The loser will never get a decent Thai bint so he goes bar and marries Lek.

Easy as that innit.

----------


## Passing Through

^ I've met a few people who (as far as you can tell from the outside) have good marriages but it's hardly something you're going to be able to collect statistics on.




> Marrying a scank whore is ridiculous, heaps of good Thai bints around


That works both ways. What (other than money) would persuade a woman to spend time with you?
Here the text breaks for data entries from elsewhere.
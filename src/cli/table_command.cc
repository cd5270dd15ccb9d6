// SPDX-License-Identifier: MIT
#include "cli/table_command.h"

#include <iostream>
#include <memory>

#include "statmech/species_thermo.h"

namespace sevenfold::cli {

void SetupTableCommand(CLI::App& app, int& exit_status) {
  auto options = std::make_shared<TableOptions>();
  CLI::App* command = app.add_subcommand(
      "table", "Print exact ideal-gas Cp, S, H tables computed from species files");
  command->add_option("files", options->species_files, "Species YAML files")
      ->required()
      ->check(CLI::ExistingFile);
  command->add_option("--species", options->species_names,
                      "Only this species (repeatable)");
  AddTemperatureOptions(*command, options->temperatures);
  AddFormatOption(*command, options->format);
  command->callback([options, &exit_status] { exit_status = RunTableCommand(*options); });
}

int RunTableCommand(const TableOptions& options) {
  TemperatureChoice choice = options.temperatures;
  choice.Resolve(TemperatureChoice::Limit::kEngineRange);
  const std::vector<Species> species = LoadSpecies(options.species_files, options.species_names);
  std::vector<TableRow> rows;
  for (const Species& one : species) {
    const SpeciesThermo thermo(one);
    const std::vector<double> temperatures =
        choice.For(one.temperatures.low_k, one.temperatures.high_k);
    for (const ThermoPoint& point : thermo.Tabulate(temperatures)) {
      rows.push_back({one.name, one.standard_pressure_pa, point, std::nullopt});
    }
  }
  std::cout << FormatTable(rows, options.format);
  return 0;
}

}  // namespace sevenfold::cli
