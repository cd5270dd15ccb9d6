// SPDX-License-Identifier: MIT
#include "species/species.h"

#include "core/constants.h"
#include "core/elements.h"

namespace sevenfold {

std::string ToString(Shape shape) {
  switch (shape) {
    case Shape::kAtom:
      return "atom";
    case Shape::kLinear:
      return "linear";
    case Shape::kNonlinear:
      return "nonlinear";
  }
  SEVENFOLD_ASSERT(false);
  return "";
}

std::optional<Shape> ParseShape(const std::string& text) {
  if (text == "atom") return Shape::kAtom;
  if (text == "linear") return Shape::kLinear;
  if (text == "nonlinear") return Shape::kNonlinear;
  return std::nullopt;
}

std::string ToString(SpinMixture mixture) {
  switch (mixture) {
    case SpinMixture::kEquilibrium:
      return "equilibrium";
    case SpinMixture::kNormal:
      return "normal";
  }
  SEVENFOLD_ASSERT(false);
  return "";
}

std::optional<SpinMixture> ParseSpinMixture(const std::string& text) {
  if (text == "equilibrium") return SpinMixture::kEquilibrium;
  if (text == "normal") return SpinMixture::kNormal;
  return std::nullopt;
}

double Species::MolarMassKgPerMol() const {
  double mass_g_per_mol = 0.0;
  for (const auto& [symbol, count] : composition) {
    const std::optional<double> weight = AtomicWeightGPerMol(symbol);
    if (!weight) {
      throw Error(location,
                  "species '" + name + "': formula: unknown element '" + symbol +
                      "'; expected an element symbol such as C, O or D");
    }
    mass_g_per_mol += *weight * count;
  }
  // A cation has lost `charge` electrons; an anion (negative charge) has gained them.
  mass_g_per_mol -= charge * constants::kElectronMassInAmu;
  return mass_g_per_mol * 1.0e-3;
}

std::string ToString(ElectronConvention convention) {
  switch (convention) {
    case ElectronConvention::kThermal:
      return "thermal";
    case ElectronConvention::kStationary:
      return "stationary";
  }
  SEVENFOLD_ASSERT(false);
  return "";
}

int Species::NumElectrons() const {
  int electrons = -charge;
  for (const auto& [symbol, count] : composition) {
    const std::optional<int> z = AtomicNumber(symbol);
    SEVENFOLD_ASSERT(z.has_value());
    electrons += *z * count;
  }
  return electrons;
}

int Species::NumAtoms() const {
  int num_atoms = 0;
  for (const auto& entry : composition) num_atoms += entry.second;
  return num_atoms;
}

}  // namespace sevenfold
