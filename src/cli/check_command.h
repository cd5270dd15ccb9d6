// SPDX-License-Identifier: MIT
// `sevenfold check`: regenerate every species in memory and compare with a committed entries file;
// for CI gates. Exit 0 when everything matches, 1 when anything is found, 2 on bad input.
#pragma once

#include <string>
#include <vector>

#include <CLI/CLI.hpp>

namespace sevenfold::cli {

struct CheckCommandOptions {
  std::vector<std::string> species_files;
  std::string entries_path;
  std::string junit_path;   // empty: no JUnit report
  std::string mid;          // "" (each species' own), "auto", or a temperature in K
  std::string objective;            // "" (each species' own), "minimax" or "least-squares"
  std::string extrapolation_guard;  // "" (each species' own), "off" or "FACTOR:BAND"
  bool continuous_second_derivative = false;
  int num_jobs = 0;         // 0: hardware threads
  bool quiet = false;
  // Exit 0 even when a regenerated fit misses its thresholds (as fit --allow-poor-fits).
  bool allow_poor_fits = false;
};

// Adds the subcommand; when it runs, its exit status goes to exit_status.
void SetupCheckCommand(CLI::App& app, int& exit_status);
// Prints one line per finding and a count line on stdout, writes the JUnit report atomically when
// asked. Returns 0 when nothing was found, else 1. Throws Error on bad input (species or entries
// file malformed, bad --mid, an unwritable report).
int RunCheckCommand(const CheckCommandOptions& options);

}  // namespace sevenfold::cli
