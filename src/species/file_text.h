// SPDX-License-Identifier: MIT
// Reading a species file's bytes, with the size cap.
#pragma once

#include <optional>
#include <string>

namespace sevenfold::detail {

// The whole file, or nullopt with *problem set to "PATH: <what went wrong>; expected ..." when it
// cannot be opened or read, or is above kMaxSpeciesFileBytes (refused before it is all read).
std::optional<std::string> ReadSpeciesFileText(const std::string& path, std::string* problem);

}  // namespace sevenfold::detail
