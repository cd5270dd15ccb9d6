// SPDX-License-Identifier: MIT
// Checks of a species file's raw text made before YAML parsing: its bytes (UTF-8, YAML's character
// set) and the number of YAML documents it holds.
#pragma once

#include <optional>
#include <string>

namespace sevenfold::detail {

// The first byte of `text` that is not valid UTF-8 or is a control character YAML forbids
// (C0 controls other than tab, line feed and carriage return, and DEL), with its 1-based line and
// column (columns count characters). nullopt when the whole text is clean. YAML streams are
// Unicode (YAML 1.2, section 5.1); yaml-cpp does not check this itself, and a name with broken
// bytes would otherwise reach the entries file, which must be UTF-8.
struct BadByte {
  unsigned char byte = 0;
  int line = 1;
  int column = 1;
  bool control = false;
};
std::optional<BadByte> FindBadByte(const std::string& text);

// The 1-based line where a second YAML document starts, 0 when there is none: a line "---"
// (alone or followed by a space) after a line with content, or a line with content after a
// "..." end marker. Comments, blank lines and %-directives are not content.
int SecondDocumentLine(const std::string& text);

}  // namespace sevenfold::detail
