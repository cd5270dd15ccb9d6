// SPDX-License-Identifier: MIT
// Checks of a species file's raw text made before YAML parsing: the number of YAML documents it
// holds. (Its bytes are checked by core/utf8.h, the validator both readers share.)
#pragma once

#include <string>

namespace sevenfold::detail {

// The 1-based line where a second YAML document starts, 0 when there is none: a line "---"
// (alone or followed by a space) after a line with content, or a line with content after a
// "..." end marker. Comments, blank lines and %-directives are not content.
int SecondDocumentLine(const std::string& text);

}  // namespace sevenfold::detail
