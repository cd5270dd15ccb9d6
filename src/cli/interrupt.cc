// SPDX-License-Identifier: MIT
#include "cli/interrupt.h"

#include <signal.h>
#include <unistd.h>

#include "core/atomic_file.h"

namespace sevenfold::cli {
namespace {

// Only async-signal-safe calls: unlink (inside RemovePendingTemporaries) and _exit.
extern "C" void OnTerminationSignal(int signal_number) {
  RemovePendingTemporaries();
  _exit(128 + signal_number);
}

}  // namespace

void InstallInterruptCleanup() {
  struct sigaction action {};
  action.sa_handler = OnTerminationSignal;
  sigemptyset(&action.sa_mask);
  // While one handler runs, the others wait: the cleanup happens once.
  sigaddset(&action.sa_mask, SIGINT);
  sigaddset(&action.sa_mask, SIGTERM);
  sigaddset(&action.sa_mask, SIGHUP);
  for (const int signal_number : {SIGINT, SIGTERM, SIGHUP}) {
    struct sigaction previous {};
    sigaction(signal_number, nullptr, &previous);
    // A signal ignored by whoever started us (nohup, a background job) stays ignored.
    if (previous.sa_handler == SIG_IGN) continue;
    sigaction(signal_number, &action, nullptr);
  }
}

}  // namespace sevenfold::cli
It's a fucking mystery to me but then other people's motivations are often impossible to understand.

----------


## Fluke

> Originally Posted by Passing Through
> 
> 
> 
> I have no idea but plenty of men do, and some make good marriages out of it.
> 
> 
> 
> Ya got any stats on that mate. 
> ...


   BTW Terry, how much "allowance" do you pay your handbag per week ?

----------


## HuangLao

> Originally Posted by MarknMin
> 
> Any thought would be welcomed
> 
> 
> My initial thought is that this is a troll.
> 
> My next thought is that if it isn't then the relationship is doomed. Not because she is/was a bar girl but because you clearly don't trust her so what's the point. That lack of trust is cancerous.


Yes.
And yes.

----------


## terry57

> What (other than money) would persuade a woman to spend time with you?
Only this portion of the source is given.